■ **Task item**
Take the entries below and print, exactly, the stretch from the line containing "user, id, false);" through the line containing "routine[k], to: next[k]", both included.

■ **Saved entries**
^^^^

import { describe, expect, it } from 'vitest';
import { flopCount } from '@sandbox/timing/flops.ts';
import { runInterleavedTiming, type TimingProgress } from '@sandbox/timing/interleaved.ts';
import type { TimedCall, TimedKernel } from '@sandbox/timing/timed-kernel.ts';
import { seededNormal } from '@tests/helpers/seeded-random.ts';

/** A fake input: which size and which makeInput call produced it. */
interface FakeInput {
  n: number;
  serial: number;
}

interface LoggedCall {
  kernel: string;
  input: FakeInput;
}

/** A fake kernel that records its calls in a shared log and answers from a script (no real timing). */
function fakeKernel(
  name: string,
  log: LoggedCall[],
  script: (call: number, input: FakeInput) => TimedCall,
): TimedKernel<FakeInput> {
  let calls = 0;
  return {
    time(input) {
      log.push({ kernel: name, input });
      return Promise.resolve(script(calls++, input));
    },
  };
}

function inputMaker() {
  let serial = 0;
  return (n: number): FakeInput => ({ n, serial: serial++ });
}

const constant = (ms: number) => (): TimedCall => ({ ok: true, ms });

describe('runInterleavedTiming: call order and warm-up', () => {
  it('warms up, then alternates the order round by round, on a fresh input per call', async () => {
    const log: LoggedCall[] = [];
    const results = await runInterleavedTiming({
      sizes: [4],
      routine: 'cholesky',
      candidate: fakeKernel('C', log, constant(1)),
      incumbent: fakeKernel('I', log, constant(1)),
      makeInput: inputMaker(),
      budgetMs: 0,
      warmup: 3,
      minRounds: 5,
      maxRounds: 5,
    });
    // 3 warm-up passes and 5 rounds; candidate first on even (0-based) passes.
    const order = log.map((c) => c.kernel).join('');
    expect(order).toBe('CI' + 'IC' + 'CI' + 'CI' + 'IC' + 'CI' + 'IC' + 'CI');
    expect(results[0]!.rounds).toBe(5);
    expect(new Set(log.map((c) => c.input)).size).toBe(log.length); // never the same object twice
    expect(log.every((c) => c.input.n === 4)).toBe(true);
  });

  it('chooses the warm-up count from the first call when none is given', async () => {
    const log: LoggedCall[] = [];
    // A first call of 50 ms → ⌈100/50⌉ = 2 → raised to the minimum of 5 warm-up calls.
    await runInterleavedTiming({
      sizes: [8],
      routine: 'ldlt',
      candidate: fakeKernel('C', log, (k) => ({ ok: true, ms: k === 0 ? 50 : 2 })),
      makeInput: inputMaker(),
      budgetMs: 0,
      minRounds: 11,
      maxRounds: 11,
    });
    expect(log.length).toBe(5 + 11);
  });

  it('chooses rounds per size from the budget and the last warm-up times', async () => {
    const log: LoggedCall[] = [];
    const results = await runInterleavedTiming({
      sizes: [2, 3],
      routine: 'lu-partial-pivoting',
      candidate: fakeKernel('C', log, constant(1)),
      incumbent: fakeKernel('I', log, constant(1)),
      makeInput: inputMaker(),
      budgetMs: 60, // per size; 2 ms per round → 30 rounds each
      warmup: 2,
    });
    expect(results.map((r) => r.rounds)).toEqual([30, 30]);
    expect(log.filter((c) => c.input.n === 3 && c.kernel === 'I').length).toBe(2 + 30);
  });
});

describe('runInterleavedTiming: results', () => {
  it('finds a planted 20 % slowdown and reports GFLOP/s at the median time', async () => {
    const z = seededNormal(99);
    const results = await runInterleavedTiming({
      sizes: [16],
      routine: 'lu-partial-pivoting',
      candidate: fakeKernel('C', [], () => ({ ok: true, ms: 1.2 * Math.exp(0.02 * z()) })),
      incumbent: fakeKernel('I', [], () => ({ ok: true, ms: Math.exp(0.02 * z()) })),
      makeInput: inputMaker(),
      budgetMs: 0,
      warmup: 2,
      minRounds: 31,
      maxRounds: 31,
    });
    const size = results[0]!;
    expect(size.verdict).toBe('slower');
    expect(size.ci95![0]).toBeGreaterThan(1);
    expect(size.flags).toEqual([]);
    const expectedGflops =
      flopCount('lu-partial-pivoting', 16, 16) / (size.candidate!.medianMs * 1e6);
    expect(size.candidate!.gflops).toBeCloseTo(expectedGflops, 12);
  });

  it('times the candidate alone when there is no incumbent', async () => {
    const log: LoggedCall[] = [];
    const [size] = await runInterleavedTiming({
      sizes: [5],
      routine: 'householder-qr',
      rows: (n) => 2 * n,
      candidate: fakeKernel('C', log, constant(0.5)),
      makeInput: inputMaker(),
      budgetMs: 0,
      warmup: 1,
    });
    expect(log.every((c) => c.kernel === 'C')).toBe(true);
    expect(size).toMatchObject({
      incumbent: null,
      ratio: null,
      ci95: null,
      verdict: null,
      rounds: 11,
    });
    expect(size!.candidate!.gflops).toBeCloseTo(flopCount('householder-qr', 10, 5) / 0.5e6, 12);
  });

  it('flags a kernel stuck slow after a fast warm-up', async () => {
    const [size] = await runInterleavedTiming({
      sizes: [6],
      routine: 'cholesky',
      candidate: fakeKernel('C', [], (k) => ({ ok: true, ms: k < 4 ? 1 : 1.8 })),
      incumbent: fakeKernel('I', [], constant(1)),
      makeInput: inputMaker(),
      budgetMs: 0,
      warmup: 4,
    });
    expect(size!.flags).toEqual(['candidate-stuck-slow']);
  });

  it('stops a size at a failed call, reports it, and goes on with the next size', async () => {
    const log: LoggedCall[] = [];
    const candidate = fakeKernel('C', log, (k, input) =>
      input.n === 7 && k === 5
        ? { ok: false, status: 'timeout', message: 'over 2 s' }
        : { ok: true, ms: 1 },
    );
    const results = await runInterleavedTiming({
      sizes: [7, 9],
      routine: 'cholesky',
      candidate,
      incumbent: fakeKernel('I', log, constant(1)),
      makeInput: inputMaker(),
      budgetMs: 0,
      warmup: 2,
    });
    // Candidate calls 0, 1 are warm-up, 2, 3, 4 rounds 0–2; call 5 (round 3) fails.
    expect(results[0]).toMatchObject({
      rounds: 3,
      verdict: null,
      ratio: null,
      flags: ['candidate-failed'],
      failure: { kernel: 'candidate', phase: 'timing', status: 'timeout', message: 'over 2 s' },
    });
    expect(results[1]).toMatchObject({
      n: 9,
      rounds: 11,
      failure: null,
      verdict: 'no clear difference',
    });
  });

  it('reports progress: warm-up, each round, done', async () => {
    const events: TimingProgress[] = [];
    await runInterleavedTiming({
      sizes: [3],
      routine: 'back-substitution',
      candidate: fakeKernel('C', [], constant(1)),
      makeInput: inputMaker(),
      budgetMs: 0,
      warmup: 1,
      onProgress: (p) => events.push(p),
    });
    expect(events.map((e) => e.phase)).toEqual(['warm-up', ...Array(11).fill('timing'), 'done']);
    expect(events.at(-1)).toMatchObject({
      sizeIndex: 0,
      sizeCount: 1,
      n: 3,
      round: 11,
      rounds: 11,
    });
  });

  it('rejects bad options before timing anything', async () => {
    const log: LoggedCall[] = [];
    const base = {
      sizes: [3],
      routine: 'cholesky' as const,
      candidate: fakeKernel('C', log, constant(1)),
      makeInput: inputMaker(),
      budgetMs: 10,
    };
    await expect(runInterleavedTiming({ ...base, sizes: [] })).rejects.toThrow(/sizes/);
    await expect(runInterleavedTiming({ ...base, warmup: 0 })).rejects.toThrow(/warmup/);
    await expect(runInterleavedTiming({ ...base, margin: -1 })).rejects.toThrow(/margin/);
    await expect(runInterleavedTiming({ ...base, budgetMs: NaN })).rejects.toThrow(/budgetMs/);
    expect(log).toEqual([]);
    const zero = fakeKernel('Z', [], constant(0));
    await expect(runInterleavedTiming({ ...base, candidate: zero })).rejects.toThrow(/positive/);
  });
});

^^^^

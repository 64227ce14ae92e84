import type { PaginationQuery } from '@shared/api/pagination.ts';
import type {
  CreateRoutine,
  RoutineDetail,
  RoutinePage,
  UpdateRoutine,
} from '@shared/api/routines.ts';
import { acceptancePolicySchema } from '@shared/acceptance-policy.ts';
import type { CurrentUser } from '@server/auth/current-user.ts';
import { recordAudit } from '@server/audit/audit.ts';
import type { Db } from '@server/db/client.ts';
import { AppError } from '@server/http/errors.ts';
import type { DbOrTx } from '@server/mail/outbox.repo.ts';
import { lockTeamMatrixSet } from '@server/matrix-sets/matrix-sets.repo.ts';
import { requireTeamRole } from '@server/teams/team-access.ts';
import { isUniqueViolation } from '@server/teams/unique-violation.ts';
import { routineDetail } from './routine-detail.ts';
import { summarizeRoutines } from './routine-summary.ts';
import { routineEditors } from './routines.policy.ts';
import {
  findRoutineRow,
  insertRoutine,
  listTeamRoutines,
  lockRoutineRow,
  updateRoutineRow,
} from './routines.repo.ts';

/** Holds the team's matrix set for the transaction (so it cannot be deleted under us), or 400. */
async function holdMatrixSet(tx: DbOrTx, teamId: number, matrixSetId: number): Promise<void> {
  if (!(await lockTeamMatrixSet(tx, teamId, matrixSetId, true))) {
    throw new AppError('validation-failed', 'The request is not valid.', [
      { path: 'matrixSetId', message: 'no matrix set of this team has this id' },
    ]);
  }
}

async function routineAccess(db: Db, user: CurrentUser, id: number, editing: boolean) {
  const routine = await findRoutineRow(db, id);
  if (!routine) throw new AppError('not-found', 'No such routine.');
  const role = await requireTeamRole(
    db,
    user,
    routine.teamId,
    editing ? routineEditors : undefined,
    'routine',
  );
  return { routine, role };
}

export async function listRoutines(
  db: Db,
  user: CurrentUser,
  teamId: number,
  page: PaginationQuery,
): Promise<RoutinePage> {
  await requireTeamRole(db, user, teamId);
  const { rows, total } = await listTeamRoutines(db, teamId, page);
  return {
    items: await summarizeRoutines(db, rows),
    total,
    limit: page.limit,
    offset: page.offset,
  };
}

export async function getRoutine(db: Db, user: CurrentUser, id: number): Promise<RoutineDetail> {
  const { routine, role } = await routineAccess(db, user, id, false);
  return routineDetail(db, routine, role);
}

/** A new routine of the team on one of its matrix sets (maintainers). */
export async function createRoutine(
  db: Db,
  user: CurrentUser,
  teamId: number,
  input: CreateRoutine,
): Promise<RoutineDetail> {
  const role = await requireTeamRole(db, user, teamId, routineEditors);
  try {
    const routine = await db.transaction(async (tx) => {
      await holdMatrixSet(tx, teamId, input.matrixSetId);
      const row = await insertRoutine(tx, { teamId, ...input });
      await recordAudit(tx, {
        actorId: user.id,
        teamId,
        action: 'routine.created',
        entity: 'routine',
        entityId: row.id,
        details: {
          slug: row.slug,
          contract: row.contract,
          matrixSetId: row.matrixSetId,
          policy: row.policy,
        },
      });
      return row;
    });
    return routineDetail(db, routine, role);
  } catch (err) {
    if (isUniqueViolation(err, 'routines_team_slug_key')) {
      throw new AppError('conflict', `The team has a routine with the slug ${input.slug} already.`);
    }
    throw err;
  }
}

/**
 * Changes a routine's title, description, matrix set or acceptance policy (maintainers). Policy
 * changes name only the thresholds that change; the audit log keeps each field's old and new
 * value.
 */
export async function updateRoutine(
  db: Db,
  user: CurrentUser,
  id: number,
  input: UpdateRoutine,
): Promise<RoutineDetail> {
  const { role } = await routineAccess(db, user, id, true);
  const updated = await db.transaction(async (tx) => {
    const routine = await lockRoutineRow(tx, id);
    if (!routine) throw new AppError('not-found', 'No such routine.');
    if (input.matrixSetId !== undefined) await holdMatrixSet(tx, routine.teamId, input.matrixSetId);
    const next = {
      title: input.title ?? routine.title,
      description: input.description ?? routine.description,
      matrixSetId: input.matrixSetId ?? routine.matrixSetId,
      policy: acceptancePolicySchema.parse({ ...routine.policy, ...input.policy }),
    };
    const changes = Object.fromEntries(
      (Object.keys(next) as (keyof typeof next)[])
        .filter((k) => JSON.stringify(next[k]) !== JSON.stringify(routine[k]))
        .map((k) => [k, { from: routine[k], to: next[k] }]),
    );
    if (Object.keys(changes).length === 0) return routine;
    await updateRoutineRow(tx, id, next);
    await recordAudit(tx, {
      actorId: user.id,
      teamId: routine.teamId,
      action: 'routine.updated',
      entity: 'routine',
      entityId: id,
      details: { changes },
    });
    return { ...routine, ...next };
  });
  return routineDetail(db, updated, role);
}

^^^^

■ **Reply**
  const { routine, role } = await routineAccess(db, user, id, false);
  return routineDetail(db, routine, role);
}

/** A new routine of the team on one of its matrix sets (maintainers). */
export async function createRoutine(
  db: Db,
  user: CurrentUser,
  teamId: number,
  input: CreateRoutine,
): Promise<RoutineDetail> {
  const role = await requireTeamRole(db, user, teamId, routineEditors);
  try {
    const routine = await db.transaction(async (tx) => {
      await holdMatrixSet(tx, teamId, input.matrixSetId);
      const row = await insertRoutine(tx, { teamId, ...input });
      await recordAudit(tx, {
        actorId: user.id,
        teamId,
        action: 'routine.created',
        entity: 'routine',
        entityId: row.id,
        details: {
          slug: row.slug,
          contract: row.contract,
          matrixSetId: row.matrixSetId,
          policy: row.policy,
        },
      });
      return row;
    });
    return routineDetail(db, routine, role);
  } catch (err) {
    if (isUniqueViolation(err, 'routines_team_slug_key')) {
      throw new AppError('conflict', `The team has a routine with the slug ${input.slug} already.`);
    }
    throw err;
  }
}

/**
 * Changes a routine's title, description, matrix set or acceptance policy (maintainers). Policy
 * changes name only the thresholds that change; the audit log keeps each field's old and new
 * value.
 */
export async function updateRoutine(
  db: Db,
  user: CurrentUser,
  id: number,
  input: UpdateRoutine,
): Promise<RoutineDetail> {
  const { role } = await routineAccess(db, user, id, true);
  const updated = await db.transaction(async (tx) => {
    const routine = await lockRoutineRow(tx, id);
    if (!routine) throw new AppError('not-found', 'No such routine.');
    if (input.matrixSetId !== undefined) await holdMatrixSet(tx, routine.teamId, input.matrixSetId);
    const next = {
      title: input.title ?? routine.title,
      description: input.description ?? routine.description,
      matrixSetId: input.matrixSetId ?? routine.matrixSetId,
      policy: acceptancePolicySchema.parse({ ...routine.policy, ...input.policy }),
    };
    const changes = Object.fromEntries(
      (Object.keys(next) as (keyof typeof next)[])
        .filter((k) => JSON.stringify(next[k]) !== JSON.stringify(routine[k]))
        .map((k) => [k, { from: routine[k], to: next[k] }]),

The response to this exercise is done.